-- Opening Marker --

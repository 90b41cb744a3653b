import { chanceCacheOr, type ChanceCache } from './chance-cache.js';

/**
 * A window's placement question: `total` units of load on `shardCount` shards with
 * expected shares (null for equal shares). Loads are compared as relative loads
 * r_i = x_i / (total p_i), so that a shard with twice the hash range is allowed twice the load.
 */
export interface Placement {
  /** N, the number of independent placements (requests) in the window. */
  readonly total: number;
  /** m, the number of shards in the declared universe. */
  readonly shardCount: number;
  /** Expected shares p_1..p_m summing to 1, or null for equal shares 1/m. */
  readonly shares: Float64Array | null;
}

/**
 * Tolerance for turning a relative load back into a count (rounding of t N p): a threshold
 * is ceil(t N p - 1e-9 t N p) on the high side and floor(t N p + ...) on the low side,
 * so that a shard's own relative load maps back to its own count.
 */
export const EXTREME_ROUNDING = 1e-9;

/**
 * The slack of that rounding at position x = t N p, in counts: EXTREME_ROUNDING x up to
 * x = 1e6, then 1e-3 + 1e-14 x. A relative load carries about 4 roundings (2e-16 each)
 * back into its count, so 1e-14 x keeps a margin of ten; 1e-9 x would reach 1e6 counts at
 * x = 1e15, 0.03 standard deviations, and move a tail eight standard deviations out by a
 * quarter. The slack is relative all the way down: rounding cannot carry a positive x to 0,
 * and an absolute 1e-9 below x = 1 (as once here) read any x under 1e-9 as a threshold of 0,
 * "certain": a shard of 1e-9 of the traffic beside two of 1 and 2 made one request's
 * fullest load "surely" above 3, so the median read 3 where 1.5 is right.
 */
export function roundingSlack(x: number): number {
  return Math.min(EXTREME_ROUNDING * x, 1e-3 + 1e-14 * x);
}

/** Shards sharing a share value, with their positions in the universe. */
export interface ShareClass {
  readonly share: number;
  readonly count: number;
}

/**
 * Validated placement. Throws RangeError naming the bad field: total must be a whole
 * number in [0, 2^53), shardCount a whole number >= 1, shares finite, non-negative, not all
 * zero, of length shardCount (they are normalised to sum to 1).
 * O(m). Example: makePlacement(23, 365) is the birthday problem.
 */
export function makePlacement(
  total: number,
  shardCount: number,
  weights?: ArrayLike<number>,
): Placement {
  if (!Number.isSafeInteger(total) || total < 0) {
    throw new RangeError(`requests must be a whole number from 0 to 2^53-1, got ${total}`);
  }
  if (!Number.isSafeInteger(shardCount) || shardCount < 1) {
    throw new RangeError(`shards must be a whole number of at least 1, got ${shardCount}`);
  }
  if (weights === undefined) return { total, shardCount, shares: null };
  if (weights.length !== shardCount) {
    throw new RangeError(`expected ${shardCount} weights, got ${weights.length}`);
  }
  let sum = 0;
  for (let i = 0; i < weights.length; i++) {
    const w = weights[i];
    if (!Number.isFinite(w) || w < 0)
      throw new RangeError(`weight ${i} must be a finite number >= 0, got ${w}`);
    sum += w;
  }
  if (!(sum > 0)) throw new RangeError('weights are all zero');
  const shares = new Float64Array(shardCount);
  let equal = true;
  for (let i = 0; i < weights.length; i++) {
    shares[i] = weights[i] / sum;
    if (weights[i] !== weights[0]) equal = false;
  }
  return { total, shardCount, shares: equal ? null : shares };
}

/** Share of shard i. O(1). */
export function shareOf(placement: Placement, index: number): number {
  return placement.shares === null ? 1 / placement.shardCount : placement.shares[index];
}

/**
 * The distinct shares and how many shards hold each (one class for equal shares), in
 * ascending share. O(m log m) for weighted shares, once per shares vector and cache
 * (quantile searches ask dozens of times per window; the shares do not change); without a
 * cache, the default (chance-cache.ts). Example: shares [0.5, 0.25, 0.25] give two classes.
 */
export function shareClasses(placement: Placement, cache?: ChanceCache): readonly ShareClass[] {
  if (placement.shares === null)
    return [{ share: 1 / placement.shardCount, count: placement.shardCount }];
  const work = chanceCacheOr(cache).forShares(placement.shares);
  if (work.classes !== undefined) return work.classes;
  const sorted = Float64Array.from(placement.shares).sort();
  const classes: ShareClass[] = [];
  let start = 0;
  for (let i = 1; i <= sorted.length; i++) {
    if (i === sorted.length || sorted[i] !== sorted[start]) {
      classes.push({ share: sorted[start], count: i - start });
      start = i;
    }
  }
  work.classes = classes;
  return classes;
}
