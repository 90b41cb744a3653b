# Reference values for test/judge/flagged-shards.test.ts, pasted there by hand; tests never run this.
#   pip install scipy==1.17.1 mpmath==1.3.0 && python3 test/judge/reference/make-flagged-reference.py
# Exact extreme-shard tails of a multinomial with equal shares (python fractions), and
# binomial tails from scipy 1.17.1.
from fractions import Fraction as F
from math import factorial
from scipy import stats
import mpmath
def p_all_between(n, m, lo, hi):
    # P(lo <= X_i <= hi for all i), X ~ Multinomial(n, 1/m each): n!/m^n [t^n] (sum t^x/x!)^m
    poly = [F(0)] * (n + 1); poly[0] = F(1)
    term = [F(1, factorial(x)) if lo <= x <= hi else F(0) for x in range(n + 1)]
    for _ in range(m):
        new = [F(0)] * (n + 1)
        for a, ca in enumerate(poly):
            if ca == 0: continue
            for b in range(n + 1 - a):
                if term[b]: new[a + b] += ca * term[b]
        poly = new
    return poly[n] * factorial(n) / F(m) ** n
def show(name, x): print(name, mpmath.nstr(mpmath.mpf(x.numerator) / x.denominator, 17))
n = 100
show('m2 fullest P(max>=70)', 1 - p_all_between(n, 2, 0, 69))
print('2*binom.sf(69)', repr(2 * stats.binom.sf(69, 100, 0.5)), 'binom.sf(69)', repr(stats.binom.sf(69, 100, 0.5)), 'binom.cdf(30)', repr(stats.binom.cdf(30, 100, 0.5)))
n = 400
show('m4 fullest P(max>=130)', 1 - p_all_between(n, 4, 0, 129))
show('m4 emptiest P(min<=70)', 1 - p_all_between(n, 4, 71, n))
show('m4 fullest P(max>=125)', 1 - p_all_between(n, 4, 0, 124))
print('binom.sf(129,400,.25)', repr(stats.binom.sf(129, 400, 0.25)), 'binom.cdf(70,400,.25)', repr(stats.binom.cdf(70, 400, 0.25)))
n = 50
show('m2 fullest P(max>=35 of 50)', 1 - p_all_between(n, 2, 0, 34))
print('binom.sf(34,50,.5)', repr(stats.binom.sf(34, 50, 0.5)))
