import type { ChanceCache } from './chance-cache.js';
import { emptyShardMoments, emptyShardsTail } from './empty-shards.js';
import { LoadExtremes } from './load-extremes.js';
import { probabilityFromLog } from './log-space.js';
import { shareOf, type Placement } from './placement.js';
import { emptiestQuantile, emptiestTail, fullestQuantile, fullestTail } from './shard-extremes.js';
import { spreadTest, type Spread } from './spread.js';

/**
 * Everything the chance engine says about one closed window: the fullest and emptiest
 * shards with their p-values, the empty-shard count, the spread, and the chance ceiling and
 * floor at the chosen alpha.
 */
export interface ExtremeShard {
  /** Dense index of the shard in the universe. */
  readonly index: number;
  /** Observed count. */
  readonly count: number;
  /** Relative load x / (N p). */
  readonly relative: number;
  /** p-value (fullest: P(max r >= r_obs); emptiest: P(min r <= r_obs)), never below 1e-300. */
  readonly p: number;
  /** Natural log of the p-value (kept below the reporting floor). */
  readonly logP: number;
  /** Method used. */
  readonly method: string;
}

export interface WindowSummary {
  readonly total: number;
  readonly shardCount: number;
  readonly fullest: ExtremeShard;
  readonly emptiest: ExtremeShard;
  readonly empty: {
    observed: number;
    expected: number;
    variance: number;
    p: number;
    logP: number;
    method: string;
  };
  readonly spread: Spread & { p: number };
  /** Chance ceiling: the (1 - alpha) quantile of the fullest shard's relative load. */
  readonly ceiling: number;
  /** Chance floor: the alpha quantile of the emptiest shard's relative load. */
  readonly floor: number;
  /** ceiling / fair share: the smallest hotspot this window could show (as a multiple). */
  readonly detectableExcess: number;
}

/**
 * Summary of one window. `withEmptyTests` false skips the emptiest-shard and empty-count
 * tests (an undeclared universe cannot see a shard that never reported).
 * Cost: two tails, two quantile searches (O(log range) tails each), the empty-count sum and
 * an O(m) pass. `cache` keeps the work on these shares for the next window (chance-cache.ts;
 * without one, the default). Example: 23 requests on 365 equal shards, one pair: fullest
 * p = 0.5073.
 */
export function summarizeWindow(
  placement: Placement,
  counts: ArrayLike<number>,
  alpha: number,
  withEmptyTests = true,
  cache?: ChanceCache,
): WindowSummary {
  const m = placement.shardCount;
  const n = placement.total;
  const extremes = new LoadExtremes();
  let empties = 0;
  for (let i = 0; i < m; i++) {
    const expected = n * shareOf(placement, i);
    extremes.see(i, expected > 0 ? counts[i] / expected : counts[i] > 0 ? Infinity : 1);
    if (counts[i] === 0 && expected > 0) empties++;
  }
  const extreme = (
    index: number,
    relative: number,
    tail: { readonly logProbability: number; readonly method: string },
  ): ExtremeShard => ({
    index,
    count: counts[index],
    relative: n > 0 ? relative : 0,
    p: probabilityFromLog(tail.logProbability),
    logP: tail.logProbability,
    method: tail.method,
  });
  const fullest = extreme(
    extremes.highest,
    extremes.highestValue,
    fullestTail(placement, extremes.highestValue, { cache }),
  );
  const emptiest = extreme(
    extremes.lowest,
    extremes.lowestValue,
    withEmptyTests
      ? emptiestTail(placement, extremes.lowestValue, { cache })
      : { logProbability: 0, method: 'off' },
  );
  const moments = emptyShardMoments(placement, cache);
  const emptyTail = withEmptyTests
    ? emptyShardsTail(placement, empties, cache)
    : { logProbability: 0, method: 'off' };
  const spread = spreadTest(placement, counts);
  const ceiling = fullestQuantile(placement, 1 - alpha, cache);
  const floor = withEmptyTests ? emptiestQuantile(placement, alpha, cache) : 0;
  return {
    total: n,
    shardCount: m,
    fullest,
    emptiest,
    empty: {
      observed: empties,
      expected: moments.mean,
      variance: moments.variance,
      p: probabilityFromLog(emptyTail.logProbability),
      logP: emptyTail.logProbability,
      method: emptyTail.method,
    },
    spread: { ...spread, p: probabilityFromLog(spread.logProbability) },
    ceiling,
    floor,
    detectableExcess: ceiling,
  };
}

-- Closing Marker --

— Required action —
Every line of the data that includes the word "null" should be copied.

— Completed task —
 * expected shares (null for equal shares). Loads are compared as relative loads
  /** Expected shares p_1..p_m summing to 1, or null for equal shares 1/m. */
  readonly shares: Float64Array | null;
  if (weights === undefined) return { total, shardCount, shares: null };
  return { total, shardCount, shares: equal ? null : shares };
  return placement.shares === null ? 1 / placement.shardCount : placement.shares[index];
  if (placement.shares === null)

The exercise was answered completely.